Study On Synthesis And Gas Sensing Property Of One-Dimension Silver Vanadium Oxide Nanomaterials

In recent years,great attention has been focused on one dimentional nanostructured materials due to the excellent physical and chemical properties. Silver vanadium oxide was applied as anode material in primary batteries,electron spin device and the sensitive device because of good electrochemical,magnetic and electronic transport properties.In the present work,silver vanadium oxide nanomaterials were successfully assembled by ultrasonic treatment followed by rheological self-assembling methods using V₂O₅ sol.The products obtained were analyzed by XRD,SEM,TEM,EDS and SAED.The parameters of the reaction and the growing mechanism were discussed.The gas sensing property and mechanism of bulk AgVO₃ nanomaterials and single AgVO₃ nanorod were also studied.The main conclusions are as follows:1.The obtainedβ-AgVO₃ nanomaterials with the length from several to several tens micrometers form bundles of agglomerated smaller filaments with diameters ranging from 100 to 400 nm.This nanostructure is made up of nanorods with the diameters of 40～100nm coated by Ag nanospheres with diameters of several nanometers to 50nm.2.The increases of hydrothermal temperature and time are helpful to formation of one dimensional nanostrcutres,but the microscale lamella structure will be attained because of the weakening of anisotropic growth when the time exceeds certain values.Stirring and ultrasonic treatment can make Ag₂O particles enter the interlayer of V₂O₅ sol easily and uniformly,resulting in the occurrence of reaction in lower temperature.3.The bulk AgVO₃ nanorods obtained have gas sensing property to ethanol gas.
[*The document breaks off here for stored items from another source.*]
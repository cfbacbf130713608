"""Which coverage readings the responses use: the hand estimates or the photo measurements.

The record log keeps both side by side (:data:`trialkit.records.fields.
PHOTO_COVERAGE_FIELDS`); the trial file's ``[photos] coverage_from`` names the one the
responses, the analysis and the report use (default ``"hand"``, so a trial without photos
is computed as before).  With ``"photo"`` a coupon without a photo measurement has no
coverage: the two are never mixed within one trial's responses.

Examples
--------
>>> import pandas as pd
>>> wide = pd.DataFrame({"coupon": ["B01-R1"], "coverage_before_pct": [80.0],
...                      "coverage_before_photo_pct": [76.5]})
>>> use_coverage(wide, "photo")["coverage_before_pct"].tolist()
[76.5]
>>> use_coverage(wide, "hand")["coverage_before_pct"].tolist()
[80.0]
"""

from __future__ import annotations

from typing import Any

import numpy as np
import pandas as pd

from trialkit.exceptions import ResponseError
from trialkit.records.fields import PHOTO_COVERAGE_FIELDS

SOURCES = ("hand", "photo")


def coverage_source(trial: Any) -> str:
    """``"hand"`` or ``"photo"``: the trial's ``[photos] coverage_from`` (default hand)."""
    section = (getattr(trial, "sections", None) or {}).get("photos")
    source = getattr(section, "coverage_from", "hand")
    if source not in SOURCES:
        raise ResponseError(f"coverage_from must be one of {SOURCES}; got {source!r}.")
    return source


def use_coverage(readings: pd.DataFrame, source: str) -> pd.DataFrame:
    """Coupon readings (wide) with the coverage columns taken from ``source``."""
    out = readings.copy()
    if source == "photo":
        for hand, photo in PHOTO_COVERAGE_FIELDS.items():
            if hand == "coverage_pct":
                continue
            out[hand] = (pd.to_numeric(out[photo.name], errors="coerce")
                         if photo.name in out else np.nan)
    return out


def use_coverage_long(long: pd.DataFrame, source: str) -> pd.DataFrame:
    """Inspection readings (long: coupon, inspection, field, value) with ``coverage_pct``
    taken from ``source``; the other source's coverage rows are left out."""
    if long is None or not len(long):
        return long
    photo = PHOTO_COVERAGE_FIELDS["coverage_pct"].name
    if source == "photo":
        out = long[long["field"] != "coverage_pct"].copy()
        out.loc[out["field"] == photo, "field"] = "coverage_pct"
        return out.reset_index(drop=True)
    return long[long["field"] != photo].reset_index(drop=True)
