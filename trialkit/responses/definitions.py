"""Definitions and per-step helpers of :mod:`trialkit.responses.compute` (kept apart for size).

Each response has a canonical snake_case name (usable as ``[[response]] measure`` in the
trial file), a unit, the coupons it applies to and a method text for the report.
"""

from __future__ import annotations

import math
import re
from collections.abc import Callable
from typing import Any

import numpy as np
import pandas as pd

from trialkit.exceptions import TrialkitError
from trialkit.problems import ProblemReport
from trialkit.records.fields import COUPON_FIELDS, PHOTO_COVERAGE_FIELDS

ENTRY_COLUMNS = frozenset([f.name for f in COUPON_FIELDS]
                          + [f.name for f in PHOTO_COVERAGE_FIELDS.values()])

#: name -> (unit, applies_to, method)
RESPONSES: dict[str, tuple[str, str, str]] = {
    "area_cm2": ("cm2", "all", "recorded exposed area, else total area from the dimensions "
                 "(plate/bar 2(LW+Lt+Wt) less holes plus bores; disc (pi/2)(D²-d²)+pi t(D+d);"
                 " cylinder)"),
    "exposure_h": ("h", "all", "immersion end minus immersion start"),
    "mass_loss_g": ("g", "all", "mass before immersion minus mass after cleaning"),
    "mass_loss_g_per_m2": ("g/m2", "all", "mass loss divided by area"),
    "corrected_mass_loss_g": ("g", "all", "cleaning-corrected mass loss (ASTM G1): line "
                              "through the repeated cleaning cycles after the products are "
                              "gone, extrapolated to zero cycles; else minus a blank's loss; "
                              "else uncorrected"),
    "corrected_mass_loss_g_per_m2": ("g/m2", "all", "corrected mass loss divided by area"),
    "cleaning_correction": ("", "all", "which correction was applied: cycles, blank, none"),
    "base_metal_loss_g_per_m2": ("g/m2", "all", "witness: its corrected loss per area; rusted:"
                                 " the bath's mean witness loss per area and hour times the "
                                 "coupon's immersion time (per area only, if times missing)"),
    "corrosion_rate_mm_per_y": ("mm/y", "witness", "ASTM G1 CR = K W/(A T D), K = 8.76e4 "
                                "(W g, A cm², T h, D g/cm³), on witness coupons"),
    "rust_removed_g_per_m2": ("g/m2", "rusted", "corrected loss per area minus the base-metal "
                              "loss estimated from the witnesses of the same bath"),
    "removal_pct": ("%", "rusted", "100 (coverage before - coverage after) / coverage before"),
    "coverage_after_pct": ("%", "all", "rust coverage after the bath, as recorded"),
    "rust_grade": ("grade", "all", "ASTM D610 (SSPC-VIS 2) grade of the coverage after"),
    "rate_constant_per_h": ("1/h", "bath", "rate constant k of the removal curve fitted to "
                            "the bath's time-course coverage (first-order c0 exp(-kt), or a "
                            "lag-plateau model where its AIC is lower)"),
    "time_to_50_h": ("h", "bath", "time for the fitted curve to fall to half its start; "
                     "missing if not reached within the readings"),
    "time_to_90_h": ("h", "bath", "time for the fitted curve to fall to 10 % of its start; "
                     "missing if not reached within the readings"),
}

#: Physical range of each measure, (low, high), None for no bound on that side: shares of
#: a surface are 0-100 %, rates, masses removed, corrosion rates and times are at least 0
#: (common practice).  A mass loss may come out slightly negative from weighing noise, so
#: the mass-loss measures have no bound.
RANGES: dict[str, tuple[float | None, float | None]] = {
    "area_cm2": (0.0, None),
    "exposure_h": (0.0, None),
    "rust_removed_g_per_m2": (0.0, None),
    "corrosion_rate_mm_per_y": (0.0, None),
    "removal_pct": (0.0, 100.0),
    "coverage_after_pct": (0.0, 100.0),
    "rust_grade": (0.0, 10.0),
    "rate_constant_per_h": (0.0, None),
    "time_to_50_h": (0.0, None),
    "time_to_90_h": (0.0, None),
}


def physical_range(measure: str | None, unit: str | None = None
                   ) -> tuple[float | None, float | None]:
    """The physical range of a measure; a response in ``%`` of no known measure is 0-100.

    >>> physical_range("removal_pct"), physical_range("my_share", "%")
    ((0.0, 100.0), (0.0, 100.0))
    >>> physical_range("cost_per_l")
    (None, None)
    """
    if measure in RANGES:
        return RANGES[measure]
    if unit is not None and unit.strip() == "%":
        return (0.0, 100.0)
    return (None, None)


#: Responses summarised per bath (mean, SD, n) and the coupon kind each is taken from.
BATH_SUMMARY: dict[str, str] = {
    "mass_loss_g_per_m2": "rusted",
    "corrected_mass_loss_g_per_m2": "rusted",
    "rust_removed_g_per_m2": "rusted",
    "removal_pct": "rusted",
    "coverage_after_pct": "rusted",
    "rust_grade": "rusted",
    "base_metal_loss_g_per_m2": "witness",
    "corrosion_rate_mm_per_y": "witness",
}
KINETIC = ("rate_constant_per_h", "time_to_50_h", "time_to_90_h")


def methods(density: float, metal: str) -> dict[str, dict]:
    out = {}
    for name, (unit, applies, text) in RESPONSES.items():
        if name == "corrosion_rate_mm_per_y":
            text = f"{text}; D = {density} g/cm³ ({metal}, ASTM G1 Table X1.1)"
        out[name] = {"unit": unit, "applies_to": applies, "method": text}
    return out


def _num(frame: pd.DataFrame, col: str) -> pd.Series:
    if col not in frame:
        return pd.Series(np.nan, index=frame.index, dtype=float)
    return pd.to_numeric(frame[col], errors="coerce").astype(float)


def _given(value: Any) -> bool:
    return value is not None and not (isinstance(value, float) and math.isnan(value))


def coupon_areas(frame: pd.DataFrame, spec: Any, report: ProblemReport,
                 area_fn: Callable[..., float]) -> pd.Series:
    recorded = _num(frame, "area_cm2")
    dims = {c: _num(frame, c) for c in ("length_mm", "width_mm", "thickness_mm")}
    areas = pd.Series(np.nan, index=frame.index, dtype=float)
    for i in frame.index:
        coupon = frame.at[i, "coupon"]
        if _given(recorded[i]):
            if recorded[i] <= 0:
                report.add(coupon, "area must be positive", value=recorded[i],
                           check="area_not_positive", column="area_cm2",
                           fix="enter the exposed area in cm², or leave it empty")
            else:
                areas[i] = recorded[i]
            continue
        overrides = {k: v[i] for k, v in dims.items() if _given(v[i])}
        if spec is None and not overrides:
            report.add(coupon, "no area: neither area_cm2 nor dimensions nor a [coupons] "
                       "section", check="no_area", column="area_cm2",
                       fix="record the area or add a [coupons] section to the trial file")
            continue
        try:
            if spec is None:
                areas[i] = area_fn(shape="plate", **overrides)
            else:
                areas[i] = area_fn(spec, **overrides)
        except TrialkitError as exc:
            report.add(coupon, str(exc), value=overrides, check="area_not_positive",
                       column="area_cm2", fix="check the dimensions")
    return areas


def exposure_hours(frame: pd.DataFrame, report: ProblemReport) -> pd.Series:
    hours = pd.Series(np.nan, index=frame.index, dtype=float)
    if "immersion_start" not in frame or "immersion_end" not in frame:
        return hours
    times = {}
    for col in ("immersion_start", "immersion_end"):
        raw = frame[col]
        parsed = pd.to_datetime(raw, errors="coerce", format="mixed")
        for i in frame.index[parsed.isna() & raw.notna() & (raw.astype(str).str.strip() != "")]:
            report.add(frame.at[i, "coupon"], "cannot read the date and time",
                       value=raw[i], check="bad_time", column=col,
                       fix="write it like 2026-12-01 09:30")
        times[col] = parsed
    span = (times["immersion_end"] - times["immersion_start"]).dt.total_seconds() / 3600.0
    for i in frame.index[(span <= 0).fillna(False)]:
        report.add(frame.at[i, "coupon"], "immersion end is not after its start",
                   value=f"{frame.at[i, 'immersion_start']} -> {frame.at[i, 'immersion_end']}",
                   check="end_before_start", column="immersion_end",
                   fix="check the dates and times (24-hour clock)")
    hours[:] = np.where(span > 0, span, np.nan)
    return hours


def cycle_columns(frame: pd.DataFrame, cycles: Any, pattern: re.Pattern) -> list[str]:
    found = sorted((int(m.group(1)), c) for c in frame.columns
                   if (m := pattern.match(str(c))))
    if _given(cycles):
        found = [(n, c) for n, c in found if n <= int(cycles)]
    return [c for _, c in found]


def cleaning_corrections(frame, initial, loss, cycles, area, blank_per_m2, extrapolate,
                         report: ProblemReport, notes: list[str]):
    corrected = loss.copy()
    how = pd.Series("none", index=frame.index, dtype=object)
    if cycles is not None:
        for i in frame.index:
            row = cycles.loc[i].to_numpy(dtype=float)
            recorded = row[~np.isnan(row)]
            if recorded.size < 2 or not np.isfinite(initial[i]):
                continue
            if np.isnan(row[: recorded.size]).any():
                notes.append(f"{frame.at[i, 'coupon']}: cleaning cycles not recorded in "
                             "sequence; cycle correction skipped")
                continue
            fit = extrapolate((initial[i] - recorded).tolist())
            if fit.intercept_g > initial[i]:
                report.add(frame.at[i, "coupon"], "corrected mass loss larger than the "
                           "coupon's mass", value=fit.intercept_g,
                           check="mass_loss_exceeds_mass", column="mass_cycle_1_g",
                           fix="check the cycle masses")
                corrected[i] = np.nan
                continue
            corrected[i], how[i] = fit.intercept_g, "cycles"
            if len(fit.cycles_used) < 3:
                notes.append(f"{frame.at[i, 'coupon']}: cleaning line through "
                             f"{len(fit.cycles_used)} cycles only; its start is not confirmed")
    if blank_per_m2 is not None:
        use = (how == "none") & loss.notna()
        corrected[use] = loss[use] - float(blank_per_m2) * area[use] / 1e4
        how[use] = "blank"
    return corrected, how


def witness_estimate(frame, out, witness, rusted, report: ProblemReport) -> pd.Series:
    """Base-metal loss per area each rusted coupon suffered, from its bath's witnesses."""
    est = pd.Series(np.nan, index=frame.index, dtype=float)
    per_m2 = out["corrected_mass_loss_g_per_m2"]
    hours = out["exposure_h"]
    for bath, idx in frame.groupby("bath").groups.items():
        w = [i for i in idx if witness[i] and np.isfinite(per_m2[i])]
        r = [i for i in idx if rusted[i]]
        if not r:
            continue
        if not w:
            report.add(str(bath), "no witness coupon with a mass loss in this bath: rust "
                       "removed cannot be told apart from base metal dissolved",
                       check="witness_missing",
                       fix="record the bath's witness coupon masses (or add one next time)")
            continue
        per_h = [per_m2[i] / hours[i] for i in w if np.isfinite(hours[i])]
        for i in r:
            if per_h and np.isfinite(hours[i]):
                est[i] = float(np.mean(per_h)) * hours[i]
            else:
                est[i] = float(np.mean([per_m2[j] for j in w]))
    return est


def coverage(frame: pd.DataFrame, col: str, report: ProblemReport) -> pd.Series:
    values = _num(frame, col)
    bad = (values < 0) | (values > 100)
    for i in frame.index[bad.fillna(False)]:
        report.add(frame.at[i, "coupon"], "coverage must be between 0 and 100 %",
                   value=values[i], check="coverage_out_of_range", column=col,
                   fix="enter the rusted share of the surface in percent")
    values[bad.fillna(False)] = np.nan
    return values


def bath_table(coupons: pd.DataFrame, plan_cols: list[str]) -> pd.DataFrame:
    keep = [c for c in plan_cols if c not in ("coupon", "coupon_kind")]
    rows = []
    for bath, grp in coupons.groupby("bath", sort=True):
        row: dict[str, Any] = {}
        for c in keep:
            vals = grp[c].dropna().unique()
            row[c] = vals[0] if len(vals) == 1 else (bath if c == "bath" else None)
        row["coupons_rusted"] = int((grp["coupon_kind"] == "rusted").sum())
        row["coupons_witness"] = int((grp["coupon_kind"] == "witness").sum())
        for name, kind in BATH_SUMMARY.items():
            v = pd.to_numeric(grp.loc[grp["coupon_kind"] == kind, name],
                              errors="coerce").astype(float).dropna()
            row[f"{name}_mean"] = float(v.mean()) if len(v) else math.nan
            row[f"{name}_sd"] = float(v.std(ddof=1)) if len(v) > 1 else math.nan
            row[f"{name}_n"] = len(v)
        rows.append(row)
    return pd.DataFrame(rows)


def records(frame: pd.DataFrame) -> list[dict]:
    out = []
    for row in frame.to_dict(orient="records"):
        out.append({str(k): plain(v) for k, v in row.items()})
    return out


def plain(value: Any) -> Any:
    if value is None or value is pd.NA or value is pd.NaT:
        return None
    if isinstance(value, pd.Timestamp):
        return value.isoformat()
    if isinstance(value, np.generic):
        value = value.item()
    if isinstance(value, float) and not math.isfinite(value):
        return None
    return value
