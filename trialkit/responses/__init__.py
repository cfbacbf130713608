"""responses"""
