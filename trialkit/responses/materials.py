"""Coupon metals and their densities (for corrosion rates), read from ``data/metals.toml``.

Each entry carries its source (ASTM G1 Appendix X1, Table X1.1) and says whether the
number was read from the standard or recalled.

Examples
--------
>>> metal("mild steel").density_g_cm3
7.86
>>> metal("Stainless 316").name
'stainless steel 316'
"""

from __future__ import annotations

import tomllib
from dataclasses import asdict, dataclass
from functools import lru_cache
from importlib import resources

import pandas as pd

from trialkit.exceptions import ResponseError
from trialkit.problems import did_you_mean


class MetalError(ResponseError):
    """A metal that is not in the density table."""


@dataclass(frozen=True)
class Metal:
    """One coupon metal.

    Attributes
    ----------
    name : str
        Canonical name (as written in the trial's ``[coupons] metal``).
    aliases : tuple of str
        Other accepted spellings.
    uns : str
        UNS number where one applies.
    density_g_cm3 : float
        Density in g/cm³.
    source : str
        Where the density comes from.
    from_memory : bool
        True when the value was recalled rather than read from the source.
    """

    name: str
    aliases: tuple[str, ...]
    uns: str
    density_g_cm3: float
    source: str
    from_memory: bool


@lru_cache(maxsize=1)
def _table() -> tuple[Metal, ...]:
    text = resources.files("trialkit").joinpath("data/metals.toml").read_text("utf-8")
    raw = tomllib.loads(text)
    return tuple(
        Metal(
            name=m["name"],
            aliases=tuple(m.get("aliases", ())),
            uns=m.get("uns", ""),
            density_g_cm3=float(m["density_g_cm3"]),
            source=m["source"],
            from_memory=bool(m.get("from_memory", False)),
        )
        for m in raw["metal"]
    )


def metal_names() -> tuple[str, ...]:
    """Canonical names of the metals in the table, in table order."""
    return tuple(m.name for m in _table())


def metal(name: str) -> Metal:
    """Look a metal up by name or alias (case and extra spaces ignored).

    Raises
    ------
    MetalError
        The name is not in the table; the message suggests near names.
    """
    key = " ".join(str(name).lower().split())
    for m in _table():
        if key == m.name or key in m.aliases:
            return m
    choices = [m.name for m in _table()] + [a for m in _table() for a in m.aliases]
    raise MetalError(
        f"unknown coupon metal {name!r}; {did_you_mean(str(name), choices)} "
        "Set [coupons] metal to one of: " + ", ".join(repr(n) for n in metal_names())
        + ", or pass density_g_cm3 directly."
    )


def density_g_cm3(name: str) -> float:
    """Density of a metal in g/cm³ (see :func:`metal`)."""
    return metal(name).density_g_cm3


def metals_table() -> pd.DataFrame:
    """The whole table as a DataFrame (columns: the :class:`Metal` attributes)."""
    return pd.DataFrame([asdict(m) for m in _table()])


#: Measures computed with the metal's density (ASTM G1 corrosion rate).
DENSITY_MEASURES = ("corrosion_rate_mm_per_y",)


def check_coupon_metal(trial) -> None:
    """Refuse, before anything is written, a trial whose coupons are of a metal not in the
    density table when one of its responses needs the density.

    Raises
    ------
    TrialFileError
        Naming the metal, the responses that need it, the nearest known names and the fix.
    """
    from trialkit.exceptions import TrialFileError
    from trialkit.problems import ProblemReport

    coupons = getattr(trial, "coupons", None)
    needing = [r.name for r in trial.responses if (r.measure or r.name) in DENSITY_MEASURES]
    if coupons is None or not needing:
        return
    try:
        metal(coupons.metal)
    except MetalError as exc:
        problems = ProblemReport(str(getattr(trial, "path", None) or "trial file"))
        problems.add("coupons.metal", f"{exc} (needed by {', '.join(needing)})",
                     value=coupons.metal, check="unknown_metal",
                     fix="name a metal of the density table (ASTM G1 Table X1.1), e.g. "
                         "metal = \"carbon steel\"")
        problems.raise_if_any(TrialFileError, "The trial's coupon metal has no density for "
                                              "its corrosion rate; nothing was written.")

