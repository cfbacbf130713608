"""Make the example trials' plans and invented readings (seeded; the same every run).

Usage (from the repository root)::

    python example_trials/generate_readings.py [FOLDER ...] [--out DIR]

With no FOLDER, every example folder beside this file.  For each folder it writes
``plan.csv`` and ``plan.json`` (the plan of its ``trial.toml``) and, in ``readings/``,
``coupons.csv`` (one row per coupon: plan columns, then the coupon fields of
``trialkit.records.fields``), ``timecourse.csv`` (one row per rusted coupon and
inspection, where the trial inspects), ``confirmation.csv`` (where the scenario has
confirmation baths) and ``truth.json`` (the invented truth model, the seed and each
bath's true rate and attack).  The readings are invented from the truth models in
``trialkit/demo/truth_models.py``; they are not measurements.
"""

from __future__ import annotations

import sys
from pathlib import Path

HERE = Path(__file__).resolve().parent


def main(argv: list[str] | None = None) -> int:
    try:
        import trialkit  # noqa: F401
    except ModuleNotFoundError:  # run from a source tree without installing
        sys.path.insert(0, str(HERE.parent))
    from trialkit.demo.examples import main as write_examples

    return write_examples(argv, examples_root=HERE)


if __name__ == "__main__":
    sys.exit(main())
The ethanol gas can react with the negatively charged oxygen adsorbates,and release a trapped electrons at the same time.These electrons can reduce the resistance of the gas sensor.4.The single AgVO₃ nanorod has gas sensing property to methane gas under 0.1V, 300℃in Ar atmosphere with low response concentration of 50 ppm.The methane can dissociates to a methyl group and hydrogen,two hydrogen can react with a lattice oxygen on the surface and produce water and an oxygen vacancy.These oxygen vacancies can reduce the resistance.And two methyl group,a hydrogen can react with a lattice oxygen on the surface,which can produce an oxygen vacancy too. It also enhance the conductivity of the nanorods.Moreover,the Ag on the surface of the nanorods could be helpful to the decomposition reaction of CH₄ at low temperature.